Patients are being put at risk because the NHS has not fully embraced a culture of patient safety, the chief medical officer says.
Some hospitals have been slow to comply with guidance, Sir Liam says
Sir Liam Donaldson's annual report revealed hospitals were slow to comply with patient safety alerts - guidance to help avoid serious mistakes.
Some hospitals were also found to have said they had complied with the advice when they had not.
He said NHS trusts should be penalised for not complying with guidance.
Sir Liam recommended this could be done through the Healthcare Commission taking non-compliance into account during inspections.
SIR LIAM'S KEY POINTS
Patient safety - Hospitals must become quicker to respond to safety alerts, and non-compliance should be taken into account during official inspections
Gastroschisis - More research must be carried out into the causes of gastroschisis, a rare but increasingly prevalent condition which affects newborns, to help prevent it
Lung disorders - National service framework for chronic obstructive pulmonary disease to rectify the patchy services across the country
Hospitals should also be made to publicise whether they to comply with the safety alerts.
Sir Liam said the findings showed that the safety culture in the NHS was not yet focused or organised enough to reduce a potentially fatal risk to patients quickly enough.
"It is clear the culture of some NHS organisations needs to change.
"It is not enough to be aware of the problem of improving patient safety not to report adverse events when they occur
"When alerts are issued, there needs to be commitment from the very top of the organisation to initiate immediate action to address the identified risk, to ensure that all staff are properly and consistently informed."
Sir Liam highlighted the reaction to one patient safety alert on intrathecal chemotherapy - injections into the spine.
Patients can die if the wrong drug is injected into the spine, particularly the drug vincristine, which is commonly given intravenously as part of the same course of treatment.
The death of teenager Wayne Jowett in Nottingham after such an error in 2001 focused attention on the problem.
Sir Liam's annual report said that after guidance on intrathecal chemotherapy was launched in November 2001, NHS trusts had to complete a checklist confirming compliance with the advice by the end of December 2001.
By March 2002, a fifth of NHS trusts remained non-compliant and it was not until summer 2003 that full compliance was achieved.
And an independent review last year found that three trusts, which claimed to have been compliant, were not.
Patients Association chairman Michael Summers said the report's findings were "disturbing".

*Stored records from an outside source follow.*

"""Reading for the fast path of clean decision-level Parquet parts (``arrow_screen``): a part
with its seams as one Arrow table, and its columns as numpy codes and values, without pandas.

Only parts whose columns and types the screen models are read here (``schema_covered``:
the decision-level columns, optional bank/start/bust_keep and covariates of scalar types);
anything else, or a part pyarrow cannot read, gives ``None`` and goes to the full validator.
Seams follow ``partitioned.part_batch``: part k drops its leading rows that continue the last
trial of part k-1 and takes over the leading rows of later parts that continue its own last
trial; keys are compared as pandas compares them, and seams whose keys mix types (text in one
part, integers in the next) are left to the validator.
"""

from __future__ import annotations

from collections.abc import Sequence
from typing import Any

import numpy as np
import pandas as pd
import pyarrow as pa
import pyarrow.compute as pc
import pyarrow.parquet as pq

from . import columns as C
from .checks_sequential import SEQUENTIAL_COLUMNS
from .checks_stopping import EXACT_ID
from .partitioned import TRIAL_KEY, edge_key

FAST_COLUMNS = (*C.DECISION_REQUIRED, "bank", "start", "bust_keep")
TEXT_COLUMNS = ("subject", "action", "outcome")
# Columns the validator checks beyond the fast set: their presence sends a part to it.
OTHER_KNOWN = frozenset(
    (
        *C.TRIAL_REQUIRED,
        *C.OPTIONAL_STOPPING,
        *C.LOTTERY_REQUIRED,
        *SEQUENTIAL_COLUMNS,
        C.CENSORED,
    )
) - set(FAST_COLUMNS)


def is_text(kind: pa.DataType) -> bool:
    """Plain or dictionary-encoded UTF-8 text (what pandas turns into str labels)."""
    if pa.types.is_dictionary(kind):
        kind = kind.value_type
    return pa.types.is_string(kind) or pa.types.is_large_string(kind)


def is_scalar(kind: pa.DataType) -> bool:
    """Types whose cells pandas reads as single values (the validator's nested-cell check
    cannot fire on them)."""
    return (
        is_text(kind)
        or pa.types.is_integer(kind)
        or pa.types.is_floating(kind)
        or pa.types.is_boolean(kind)
        or pa.types.is_temporal(kind)
        or pa.types.is_binary(kind)
        or pa.types.is_large_binary(kind)
        or pa.types.is_decimal(kind)
    )


def is_number(kind: pa.DataType) -> bool:
    return pa.types.is_integer(kind) or pa.types.is_floating(kind)


def fast_type(name: str, kind: pa.DataType) -> bool:
    """The Arrow type the screen reads a fast column as."""
    if name == "subject":
        return is_text(kind) or pa.types.is_integer(kind)
    if name in ("action", "outcome"):
        return is_text(kind)
    return is_number(kind)


def stored_index(schema: pa.Schema) -> bool:
    """True when pandas stored an index in a column (it would read that column as the index)."""
    meta = schema.pandas_metadata or {}
    return any(isinstance(i, str) for i in meta.get("index_columns", []))


def schema_covered(schema: pa.Schema, kind: str | None) -> bool:
    """The part's columns are ones the screen models (module docstring)."""
    names = list(schema.names)
    if [n.strip() for n in names] != names or len(set(names)) != len(names):
        return False
    if kind not in (None, "stopping", C.DECISIONS) or C.detect_format(names) != C.DECISIONS:
        return False
    if not set(C.DECISION_REQUIRED) <= set(names) or set(names) & OTHER_KNOWN:
        return False
    if stored_index(schema) or not all(is_scalar(f.type) for f in schema):
        return False
    return all(fast_type(f.name, f.type) for f in schema if f.name in FAST_COLUMNS)


def open_part(path: str, kind: str | None) -> pq.ParquetFile | None:
    """The part opened with its text key columns read dictionary-encoded; None when
    unreadable or outside the screen's cover."""
    try:
        schema = pq.read_schema(path)
        if not schema_covered(schema, kind):
            return None
        text = [n for n in TEXT_COLUMNS if not pa.types.is_dictionary(schema.field(n).type)]
        return pq.ParquetFile(path, read_dictionary=text)
    except Exception:  # pyarrow raises many types for corrupt files; the validator reports
        return None


def single_chunk(table: pa.Table) -> pa.Table:
    """The table with one chunk per column and one dictionary per text column."""
    return table.unify_dictionaries().combine_chunks()


def column_array(table: pa.Table, name: str) -> pa.Array:
    """A column of a single-chunk table as one Arrow array."""
    column = table.column(name)
    return column.chunk(0) if column.num_chunks == 1 else column.combine_chunks()


def text_codes(array: pa.Array, labels: Sequence[str], missing: int) -> np.ndarray:
    """Per row the position of its text in ``labels``; ``missing`` for a null and -1 for any
    other text (unknown or blank labels: the validator judges those). A dictionary that lists
    a text twice maps both entries alike."""
    if not pa.types.is_dictionary(array.type):
        array = array.dictionary_encode()
    entries = array.dictionary.to_pylist()
    lookup = np.array([labels.index(v) if v in labels else -1 for v in entries] + [missing])
    indices = pc.fill_null(array.indices, -1).to_numpy(zero_copy_only=False)
    return lookup.astype(np.int8)[indices]


def subject_codes(array: pa.Array) -> tuple[np.ndarray, np.ndarray] | None:
    """(code per row, label per code) of the subject column; None when a subject is missing,
    blank or its labels repeat in the dictionary (the validator judges those)."""
    if array.null_count:
        return None
    if pa.types.is_integer(array.type):
        codes, labels = pd.factorize(array.to_numpy())
        return np.asarray(codes, dtype=np.int64), np.asarray(labels)
    if not pa.types.is_dictionary(array.type):
        array = array.dictionary_encode()
    labels = np.asarray(array.dictionary.to_pylist(), dtype=object)
    codes = array.indices.to_numpy(zero_copy_only=False).astype(np.int64)
    used = labels[np.bincount(codes, minlength=len(labels)) > 0]
    if len(set(labels.tolist())) != len(labels) or any(not str(u).strip() for u in used):
        return None
    return codes, labels


def column_values(array: pa.Array) -> np.ndarray:
    """A numeric column as numpy: integers as they are, floats as float64, and a column
    with nulls as float64 with NaN there (as pandas reads it for the validator)."""
    values = array.to_numpy(zero_copy_only=False)
    if values.dtype.kind == "f":
        return np.asarray(values, dtype=np.float64)
    return values


def key_match(table: pa.Table, key: tuple[Any, Any] | None) -> np.ndarray | None:
    """Per row of a single-chunk table: does (subject, trial) equal ``key``, as pandas
    compares them? None when the screen does not compare such keys (mixed types, a trial
    beyond 2^53): the validator decides that seam."""
    if key is None or table.num_rows == 0:
        return np.zeros(table.num_rows, dtype=bool)
    subject, trial = key
    if isinstance(trial, bool) or not isinstance(trial, (int, float)) or abs(trial) >= EXACT_ID:
        return None
    array = column_array(table, "subject")
    if is_text(array.type) and isinstance(subject, str):
        if not pa.types.is_dictionary(array.type):
            array = array.dictionary_encode()
        hits = [i for i, v in enumerate(array.dictionary.to_pylist()) if v == subject]
        indices = pc.fill_null(array.indices, -1).to_numpy(zero_copy_only=False)
        same = np.isin(indices, hits)
    elif pa.types.is_integer(array.type) and type(subject) is int and abs(subject) < 2**63:
        same = array.to_numpy(zero_copy_only=False) == subject
    else:
        return None
    trials = column_array(table, "trial").to_numpy(zero_copy_only=False)
    return np.asarray(same, dtype=bool) & (trials == trial)


def lead_length(match: np.ndarray) -> int:
    """How many leading rows matched."""
    return int(np.argmin(match)) if not match.all() else len(match)


def continued_rows(
    path: str, key: tuple[Any, Any], kind: str | None
) -> tuple[list[pa.Table], bool] | None:
    """(the leading rows of a later part that continue ``key``, True if that is the whole
    part); None when the screen cannot read or compare them."""
    handle = open_part(path, kind)
    if handle is None:
        return None
    pieces = []
    try:
        for g in range(handle.num_row_groups):
            group = single_chunk(handle.read_row_group(g))
            match = key_match(group, key)
            if match is None:
                return None
            stop = lead_length(match)
            pieces.append(group.slice(0, stop))
            if stop < group.num_rows:
                return pieces, False
    except Exception:  # unreadable: that part's own check reports it
        return None
    return pieces, True


def batch_table(parts: Sequence[str], k: int, kind: str | None) -> pa.Table | None:
    """Part k's rows with its seams (module docstring) as one single-chunk table; None when
    the screen leaves the part to the validator (also when no row is left)."""
    handle = open_part(parts[k], kind)
    if handle is None:
        return None
    try:
        own = single_chunk(handle.read())
    except Exception:  # unreadable: the validator reports it
        return None
    match = key_match(own, edge_key(parts[k - 1], last=True) if k > 0 else None)
    if match is None or lead_length(match) == own.num_rows:
        return None
    own = own.slice(lead_length(match))
    pieces = [own]
    last = tuple(column_array(own, c)[own.num_rows - 1].as_py() for c in TRIAL_KEY)
    for j in range(k + 1, len(parts)):
        if edge_key(parts[j], last=False) != last:
            break
        found = continued_rows(parts[j], last, kind)
        if found is None:
            return None
        rows, whole = found
        if any(not r.schema.equals(own.schema) for r in rows):
            return None  # the parts differ in columns or types: the validator compares them
        pieces += rows
        if not whole:
            break
    return single_chunk(pa.concat_tables(pieces)) if len(pieces) > 1 else own
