"""Checks on the shape of a table before any column is read: column names that repeat, and
cells that hold more than one value (lists, arrays, mappings from Parquet or a DataFrame).

Each check returns what it found (or None) as plain values; ``reading`` turns a finding into
the problem reported on the file's line.
"""

from __future__ import annotations

import csv
from collections.abc import Sequence
from dataclasses import dataclass

import numpy as np
import pandas as pd

_SCALAR_KINDS = {
    "string",
    "bytes",
    "floating",
    "integer",
    "mixed-integer-float",
    "decimal",
    "boolean",
    "datetime",
    "date",
    "time",
    "timedelta",
    "categorical",
    "empty",
}
_NESTED_TYPES = (list, tuple, dict, set, np.ndarray, pd.Series)


@dataclass(frozen=True)
class DuplicateColumn:
    """Column ``name`` appears at 1-based positions ``first`` and ``again`` of the header
    (names compared after removing surrounding spaces, as every reader does)."""

    name: str
    first: int
    again: int


@dataclass(frozen=True)
class NestedCell:
    """The first cell of ``column`` holding a list-like value: data row ``row`` (0-based),
    of Python type ``type_name``."""

    column: str
    row: int
    type_name: str


def header_fields(first_line: str, sep: str) -> list[str]:
    """The header's field names as the CSV reader sees them (quotes honoured)."""
    fields = next(csv.reader([first_line.lstrip("\ufeff")], delimiter=sep), [])
    return [str(name) for name in fields]


def duplicate_column(names: Sequence[object]) -> DuplicateColumn | None:
    """The first column name that repeats once surrounding spaces are removed."""
    seen: dict[str, int] = {}
    for position, raw in enumerate(names, start=1):
        name = str(raw).strip()
        if name in seen:
            return DuplicateColumn(name, seen[name], position)
        seen[name] = position
    return None


def nested_cell(frame: pd.DataFrame) -> NestedCell | None:
    """The first list-like cell in any object column (columns whose values pandas already
    knows to be scalars are skipped without looking at each cell)."""
    for position, name in enumerate(frame.columns):
        series = frame.iloc[:, position]
        if series.dtype != object:
            continue
        if pd.api.types.infer_dtype(series, skipna=True) in _SCALAR_KINDS:
            continue
        flags = series.map(lambda value: isinstance(value, _NESTED_TYPES)).to_numpy(dtype=bool)
        if flags.any():
            row = int(np.argmax(flags))
            return NestedCell(str(name), row, type(series.iloc[row]).__name__)
    return None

"There are instances where the system falls down and trusts are slow to react.
"We are also concerned some are not being honest about complying. All this affects how safe patients feel."
A spokeswoman for the NHS Confederation, which represents health service managers, said it was important to remember - as Sir Liam had pointed out - that the NHS was leading the way with improving patient safety.
But she added: "Clearly more work needs to be done to minimise unnecessary risks to patients."
Sir Liam's report - his fourth annual review of public health - also called for a national service framework for chronic obstructive pulmonary disease, an umbrella term for a number of chronic lung disorders which cause 30,000 deaths a year.
And he called for more research into the causes gastroschisis, which occurs in newborn babies when the abdomen wall does not develop and the intestines protrude.